Figure 5.

EGFR-mediated activation of JUN/AP-1 is essential for synergistic target gene activation and transformation of human keratinocytes by EGFR/GLI. A, top, gel shift assay demonstrating the activation of AP-1 DNA binding activity by EGF treatment of HaCaT keratinocytes. Inhibition of MEK/ERK function by U0126 treatment abolished EGF-induced activation of AP-1. As negative control, a mutated (− lanes) instead of wild-type (+ lanes) AP-1 binding oligonucleotide was used. Bottom, Western blot analysis showing that EGF treatment of HaCaT cells induces phosphorylation of JUN (pJun) via activation of EGFR/MEK/ERK signaling.
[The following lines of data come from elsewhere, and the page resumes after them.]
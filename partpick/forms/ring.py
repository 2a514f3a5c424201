"""Single-layer windings on ring cores."""

from __future__ import annotations

import numpy as np

from partpick.forms.block import (
    RING,
    Block,
    Floats,
    Layouts,
    Support,
    at_every,
    column,
    enough,
    stacked,
    wound_price,
)
from partpick.parts import Catalogue, Core, Wire
from partpick.physics.cores import core_inductance, ring_al, ring_turns_that_fit
from partpick.physics.geometry import ring_wire_length
from partpick.physics.loss import combined_q, ring_pitch, ring_resistance
from partpick.physics.self_capacitance import ring_self_capacitance
from partpick.physics.skin import skin_depth, wire_resistance


def ring_block(catalogue: Catalogue, frequency: Floats, units: int) -> Block:
    """Return every whole number of turns of every covered wire that fits each ring, one layer on the bore."""
    cores = [core for core in catalogue.cores if core.shape == "ring" and enough(core.quantity, units)]
    layouts = _layouts(cores, catalogue.wires)
    layout, turns = layouts.coils()
    support, wire = layouts.support[layout], layouts.wire[layout]
    bare = np.array([w.bare_diameter for w in catalogue.wires])[wire]
    overall = np.array([w.overall_diameter for w in catalogue.wires])[wire]
    outer = column([core.outer_diameter for core in cores])[support]
    inner = column([core.inner_diameter for core in cores])[support]
    height = column([core.height for core in cores])[support]
    inductance = core_inductance(column([_al(core) for core in cores])[support], turns)
    wire_length = ring_wire_length(turns, outer, inner, height, overall)
    none = np.zeros(len(turns))

    def label(row: int) -> str:
        return f"{turns[row]} turns of {catalogue.wires[wire[row]].name} on {cores[support[row]].name}"

    return Block(
        form="ring core",
        effort_form=RING,
        supports=tuple(core_support(core) for core in cores),
        wires=catalogue.wires,
        support=support,
        wire=wire,
        turns=turns,
        pitch=none,
        mean_diameter=none,
        winding_length=none,
        wire_length=wire_length,
        inductance_dc=inductance,
        inductance=at_every(inductance, frequency),
        q=stacked(
            [
                combined_q(
                    _copper_q(
                        float(f),
                        inductance,
                        wire_length,
                        bare,
                        ring_pitch(turns, outer, inner, height, overall),
                    ),
                    core_ceiling(cores, float(f))[support],
                )
                for f in frequency
            ],
            len(turns),
        ),
        self_capacitance=ring_self_capacitance(outer),
        spread=column([core.tolerance for core in cores])[support],
        tempco=at_every(column([core.tempco for core in cores])[support], frequency),
        tempco_spread=np.nan_to_num(column([core.tempco_tolerance for core in cores])[support]),
        price=wound_price([core.unit_price for core in cores], support, catalogue.wires, wire, wire_length),
        volume=np.pi / 4 * outer**2 * height,
        wire_diameter=bare,
        label=label,
    )


def core_support(core: Core) -> Support:
    """Return a core as what a coil is wound on."""
    return Support(
        name=core.name,
        quantity=core.quantity,
        source=core.source,
        notes=core.notes,
        frequency_low=core.frequency_low,
        frequency_high=core.frequency_high,
    )


def core_ceiling(cores: list[Core], frequency: float) -> Floats:
    """Return the Q that each core's material allows, nan where unknown or outside its useful range. [-]"""
    low = np.nan_to_num(column([core.frequency_low for core in cores]), nan=0.0)
    high = np.nan_to_num(column([core.frequency_high for core in cores]), nan=np.inf)
    useful = (frequency >= low) & (frequency <= high)
    return np.where(useful, column([core.q for core in cores]), np.nan)


def _al(core: Core) -> float:
    if core.al is not None:
        return core.al
    assert core.inner_diameter is not None and core.height is not None
    return float(ring_al(core.outer_diameter, core.inner_diameter, core.height, core.permeability or 1.0))


def _layouts(cores: list[Core], wires: tuple[Wire, ...]) -> Layouts:
    rows = []
    for i, core in enumerate(cores):
        for w, wire in enumerate(wires):
            assert core.inner_diameter is not None
            if wire.bare or wire.strands > 1 or wire.overall_diameter >= core.inner_diameter:
                continue
            most = int(ring_turns_that_fit(core.inner_diameter, wire.overall_diameter))
            if most > 0:
                rows.append((i, w, 0.0, most))
    return Layouts.of(rows)


def _copper_q(f: float, inductance: Floats, wire_length: Floats, bare: Floats, pitch: Floats) -> Floats:
    a_over_delta = bare / 2 / float(skin_depth(f))
    resistance = ring_resistance(wire_resistance(wire_length, bare), a_over_delta, bare / pitch).total
    return 2 * np.pi * f * inductance / resistance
EGFR was inhibited by gefitinib (Gef), MEK by UO126, AKT by wortmannin (Wort), and JNK by SP600125 treatment. B, siRNA knockdown of JUN expression selectively interferes with the synergistic activation of EGF-dependent GLI target genes, such as IL1R2, ARC, or EGR3. Synergistic activation of GLI/EGF targets was achieved by GLI1 expression and simultaneous EGF treatment (10 ng/mL; ref. 17). C, ChIP analysis showing JUN binding to AP-1 sites in the promoter region of EGF-dependent direct GLI target genes (IL1R2, JAG2, and S100A9). RPL30 and PTCH were used as negative and JUN bound to its own promoter as positive control (48). D, RNAi-mediated knockdown of JUN (shRNA-cJun) inhibits anchorage-independent growth induced by combined activation of EGFR and GLI1.